Hey everyone, and welcome to the Mark Prater podcast where our aim is to connect our global family of Sovereign Grace Churches with our executive director. Mark, there's been updates over the last few years on this podcast and various places about the expanding global connections and work that God has given us. But we care about global missions, not merely because we want to see Sovereign Grace get bigger or because it's interesting work, we have received a charge from the Lord Jesus Christ. And you wanted to talk about that.

Mark Prater:

I did. It is the Lord Jesus Christ who gave us that charge. And some might think the great commission, there's the charge there. But I want to just read Acts chapter 1, verse 8. As you know, this is right before his ascension. And he says, but you will receive power when the Holy Spirit has come upon you and you will be my witnesses in Jerusalem and in all Judea and Samaria and to the ends of the earth. And Jesus said that before his ascension. And we've seen those words come true. The gospel has advanced throughout Jerusalem, Judea, Samaria, and now to the ends of the earth. We're seeing that in our day. So what Jesus called us to do, he gave us the power of the Spirit to accomplish and he sends us to do it. And that's why our small family of churches gets to play a small part in advancing the gospel throughout the world because we want to see more people come to know our Jesus and know him as Lord and Savior.
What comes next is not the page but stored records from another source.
/// What the plots stage hands on.
#[derive(Clone, Debug)]
pub struct PlotsOutput {
    /// For each kept clean point (by index into the input), the plot index it counts for.
    pub assignment: Vec<(usize, usize)>,
    pub plots: Vec<PlotStats>,
    pub rejections: Vec<Rejection>,
    pub summary: StageSummary,
}

/// A geo polygon from a plot ring set.
pub fn to_geo(p: &PlotPolygon) -> Polygon<f64> {
    Polygon::new(
        LineString::from(p.exterior.clone()),
        p.holes
            .iter()
            .map(|h| LineString::from(h.clone()))
            .collect(),
    )
}

type BoxTree = RTree<GeomWithData<Rectangle<[f64; 2]>, usize>>;

/// Index polygons by their bounding boxes.
pub fn index(polys: &[Polygon<f64>]) -> BoxTree {
    use geo::BoundingRect;
    let items = polys
        .iter()
        .enumerate()
        .filter_map(|(i, p)| {
            let r = p.bounding_rect()?;
            Some(GeomWithData::new(
                Rectangle::from_corners([r.min().x, r.min().y], [r.max().x, r.max().y]),
                i,
            ))
        })
        .collect();
    RTree::bulk_load(items)
}

/// The first polygon (lowest index) that contains the point.
pub fn locate(tree: &BoxTree, polys: &[Polygon<f64>], x: f64, y: f64) -> Option<usize> {
    tree.locate_all_at_point(&[x, y])
        .map(|g| g.data)
        .filter(|&i| polys[i].contains(&geo::Point::new(x, y)))
        .min()
}

/// Mean of the values left after cutting `fraction` of them off each tail.
pub fn trimmed_mean(values: &[f64], fraction: f64) -> f64 {
    if values.is_empty() {
        return f64::NAN;
    }
    let mut v = values.to_vec();
    v.sort_by(|a, b| a.total_cmp(b));
    let k = (fraction * v.len() as f64).floor() as usize;
    let core = &v[k.min(v.len() / 2)..v.len() - k.min((v.len() - 1) / 2)];
    mean(core)
}

/// Group sorted coordinates into ranks: a new rank after a gap wider than `gap`.
fn ranks(values: &[f64], gap: f64) -> Vec<u32> {
    let mut order: Vec<usize> = (0..values.len()).collect();
    order.sort_by(|&a, &b| values[a].total_cmp(&values[b]));
    let mut out = vec![0u32; values.len()];
    let mut rank = 1;
    for (k, &i) in order.iter().enumerate() {
        if k > 0 && values[i] - values[order[k - 1]] > gap {
            rank += 1;
        }
        out[i] = rank;
    }
    out
}

/// Run the plots stage.
#[allow(clippy::too_many_arguments)]
pub fn run(
    points: &[CleanPoint],
    files: &[String],
    polygons: &[PlotPolygon],
    design: &[DesignRow],
    design_file: &str,
    s: &PlotsSettings,
    plot_bounds: Option<(f64, f64)>,
) -> PlotsOutput {
    // Plots in design order, so that overlaps and ties resolve the same way every run.
    let by_id: HashMap<&str, &PlotPolygon> =
        polygons.iter().map(|p| (p.plot_id.as_str(), p)).collect();
    let ordered: Vec<(&DesignRow, &PlotPolygon)> = design
        .iter()
        .filter_map(|d| by_id.get(d.plot_id.as_str()).map(|p| (d, *p)))
        .collect();
    let polys: Vec<Polygon<f64>> = ordered.iter().map(|(_, p)| to_geo(p)).collect();
    let tree = index(&polys);
    let motion::Motion {
        interval,
        footprint,
        heading,
    } = motion::of(points);
    // Each point's plot polygon (the gross plot), points in parallel.
    let gross: Vec<Option<usize>> = points
        .par_iter()
        .map(|p| locate(&tree, &polys, p.base.x_m, p.base.y_m))
        .collect();
    let travel = motion::plot_directions(&gross, &heading, polys.len());
    let nets: Vec<Option<Vec<(f64, f64)>>> = polys
        .iter()
        .zip(&travel)
        .map(|(p, t)| net_polygon(p, *t, s.end_trim_m, s.end_trim_max_fraction, s.side_trim_m))
        .collect();
    let net_geo = net_polygons(&nets);

    let mut texts = Texts::default();
    let layout = join::Layout {
        tree: &tree,
        gross: &gross,
        nets: &nets,
        net_geo: &net_geo,
        footprint: &footprint,
    };
    let Assigned {
        assignment,
        mut rejections,
        members,
        export_fields,
    } = assign(points, files, &ordered, &layout, s, &mut texts);
    let mut summary =
        StageSummary::from_rejections("plots", "points", points.len() as u64, &rejections);
    let PlotGrid {
        centroids,
        local,
        grid,
    } = plot_grid(&ordered, &polys);
    let mut plots = Vec::new();
    let mut plot_counts = PlotCounts {
        count_in: ordered.len() as u64,
        ..Default::default()
    };
    let coverages = coverages(&members, points, &nets, &footprint, s);
    let stats = statistics(&members, points, s);
    for (k, (d, _)) in ordered.iter().enumerate() {
        let ([y_mean, y_median, y_trimmed, y_sd, m_mean], applied) = stats[k].clone();
        let net_ring = nets[k].clone().unwrap_or_default();
        let net_area = geometry::signed_area(&net_ring).abs();
        let cov = coverages[k];
        let n = members[k].len() as u64;
        let figures = PlotFigures {
            net_area,
            coverage: cov,
            yield_mean: y_mean,
        };
        let reason = set_aside_reason(&members[k], points, &interval, &figures, s, plot_bounds);
        match &reason {
            Some((rule, column, value, limit)) => {
                plot_counts.set_aside += 1;
                *plot_counts.by_rule.entry(rule.to_string()).or_default() += 1;
                rejections.push(Rejection {
                    source_file: texts.get(design_file),
                    source_row: d.row,
                    id: d.plot_id.clone(),
                    rule: texts.get(rule),
                    column: texts.get(column),
                    value: value.clone(),
                    limit: texts.get(limit),
                });
            }
            None => plot_counts.kept += 1,
        }
        plots.push(PlotStats {
            plot_id: d.plot_id.clone(),
            field: d.field.clone(),
            treatment: d.treatment.clone(),
            block: d.block.clone(),
            status: if reason.is_some() {
                "set_aside"
            } else {
                "kept"
            }
            .into(),
            reason: reason.map(|r| r.0.to_string()).unwrap_or_default(),
            points: n,
            yield_mean: y_mean,
            yield_median: y_median,
            yield_trimmed_mean: y_trimmed,
            yield_sd: y_sd,
            moisture_mean_pct: m_mean,
            centroid_x_m: centroids[k].0,
            centroid_y_m: centroids[k].1,
            area_m2: polys[k].unsigned_area(),
            net_area_m2: net_area,
            harvested_m2: cov * net_area,
            coverage: cov,
            grid_range: grid[k].0,
            grid_row: grid[k].1,
            along_m: local[k].0,
            across_m: local[k].1,
            net_ring,
            applied,
        });
    }
    let mut per_field: BTreeMap<String, u64> = BTreeMap::new();
    for p in plots.iter().filter(|p| p.status == "kept") {
        *per_field.entry(p.field.clone()).or_default() += 1;
    }
    summary
        .details
        .insert("kept_plots_per_field".into(), serde_json::json!(per_field));
    summary.details.insert(
        "points_per_export_and_field".into(),
        serde_json::json!(export_fields),
    );
    let mut warnings = dropped_out(&plots, points, files, &export_fields, &summary);
    warnings.extend(too_small_warning(&ordered, &nets, s));
    summary.set_warnings(&warnings);
    summary.plots = Some(plot_counts);
    PlotsOutput {
        assignment,
        plots,
        rejections,
        summary,
    }
}

/// Each plot's centroid, its position in metres from its field's corner and its grid
/// (range, row) numbers, in the axes of the field's first plot.
struct PlotGrid {
    centroids: Vec<(f64, f64)>,
    local: Vec<(f64, f64)>,
    grid: Vec<(u32, u32)>,
}

/// Grid coordinates per field, in the axes of the field's first plot.
fn plot_grid(ordered: &[(&DesignRow, &PlotPolygon)], polys: &[Polygon<f64>]) -> PlotGrid {
    let mut field_frames: BTreeMap<&str, (Frame, f64, f64)> = BTreeMap::new();
    for (k, (d, _)) in ordered.iter().enumerate() {
        if let Some(f) = geometry::frame_of(&polys[k]) {
            field_frames.entry(d.field.as_str()).or_insert(f);
        }
    }
    let centroids: Vec<(f64, f64)> = polys
        .iter()
        .map(|p| {
            p.centroid()
                .map(|c| (c.x(), c.y()))
                .unwrap_or((f64::NAN, f64::NAN))
        })
        .collect();
    let mut local = vec![(f64::NAN, f64::NAN); polys.len()];
    let mut grid = vec![(0u32, 0u32); polys.len()];
    for (field, (frame, len, wid)) in &field_frames {
        let ks: Vec<usize> = (0..polys.len())
            .filter(|&k| ordered[k].0.field == *field)
            .collect();
        let uv: Vec<(f64, f64)> = ks
            .iter()
            .map(|&k| frame.local(centroids[k].0, centroids[k].1))
            .collect();
        let (u0, v0) = uv.iter().fold((f64::INFINITY, f64::INFINITY), |a, b| {
            (a.0.min(b.0), a.1.min(b.1))
        });
        let r_along = ranks(&uv.iter().map(|c| c.0).collect::<Vec<_>>(), 0.5 * len);
        let r_across = ranks(&uv.iter().map(|c| c.1).collect::<Vec<_>>(), 0.5 * wid);
        for (n, &k) in ks.iter().enumerate() {
            local[k] = (uv[n].0 - u0, uv[n].1 - v0);
            grid[k] = (r_along[n], r_across[n]);
        }
    }
    PlotGrid {
        centroids,
        local,
        grid,
    }
}

/// A rule a plot breaks, as (rule, column, value, limit): too few records for its net plot,
/// too little of it harvested, or a mean outside the crop's plot bounds.
fn set_aside_reason(
    members: &[usize],
    points: &[CleanPoint],
    interval: &HashMap<u32, f64>,
    f: &PlotFigures,
    s: &PlotsSettings,
    plot_bounds: Option<(f64, f64)>,
) -> Option<(&'static str, &'static str, String, String)> {
    let (n, net_area, cov, y_mean) = (members.len() as u64, f.net_area, f.coverage, f.yield_mean);
    // Records in one-second terms: a record of an export logging every 3 s counts 3.
    let seconds: f64 = members
        .iter()
        .map(|&i| {
            interval
                .get(&points[i].base.file)
                .copied()
                .unwrap_or(1.0)
                .max(1.0)
        })
        .sum();
    // The records a complete harvest of the net plot gives at the plot's median speed
    // and swath, in one-second terms; NaN where either is unknown.
    let expected_s = {
        let speeds: Vec<f64> = members
            .iter()
            .map(|&i| points[i].base.speed_m_s)
            .filter(|v| v.is_finite() && *v > 0.0)
            .collect();
        let widths: Vec<f64> = members
            .iter()
            .map(|&i| points[i].base.width_m)
            .filter(|v| v.is_finite() && *v > 0.0)
            .collect();
        net_area / (median(&speeds) * median(&widths))
    };
    let need = s.min_points_for(expected_s);
    if seconds < need {
        Some((
            "min_points",
            "points",
            if seconds == n as f64 {
                n.to_string()
            } else {
                format!("{n} records of {seconds:.0} s")
            },
            if need < s.min_points as f64 {
                format!(
                    ">= {need} (plots.min_points = {}, at most {} of the {expected_s:.1} s a complete harvest of the net plot gives)",
                    s.min_points, s.min_points_max_fraction
                )
            } else {
                format!(">= {}", s.min_points)
            },
        ))
    } else if cov < s.min_coverage {
        Some((
            "min_coverage",
            "coverage",
            format!("{cov:.3}"),
            format!(">= {}", s.min_coverage),
        ))
    } else if let Some((lo, hi)) = plot_bounds.filter(|(lo, hi)| !(*lo..=*hi).contains(&y_mean)) {
        Some((
            "plot_yield_bounds",
            "yield_mean",
            format!("{y_mean:.0} kg/ha"),
            format!("{lo}-{hi} kg/ha (crop.plot_yield_min_kg_ha and plot_yield_max_kg_ha)"),
        ))
    } else {
        None
    }
}

/// What the set-aside rules read of a plot besides its records.
struct PlotFigures {
    net_area: f64,
    coverage: f64,
    yield_mean: f64,
}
And I'm so grateful for how pastors in Sovereign Grace are working to advance the gospel. One of the things that's so interesting to me, anybody that's read Acts knows this, it's nothing brilliant. But as Acts develops, what you see is that partnerships are formed so that they can advance the gospel together. So Jesus gives these words to the 11 that are standing there and they go about advancing the gospel, but they form partnerships with men and other churches who are their coworkers. Paul becomes an apostle and he forms partnerships and churches working together, represented by men who are coworkers with the original 11. And with Paul, they advanced the gospel throughout the world. And that's still happening today. Not in big apostolic ministry. I don't mean that at all, of course, but churches partnering together to advance the gospel throughout the world.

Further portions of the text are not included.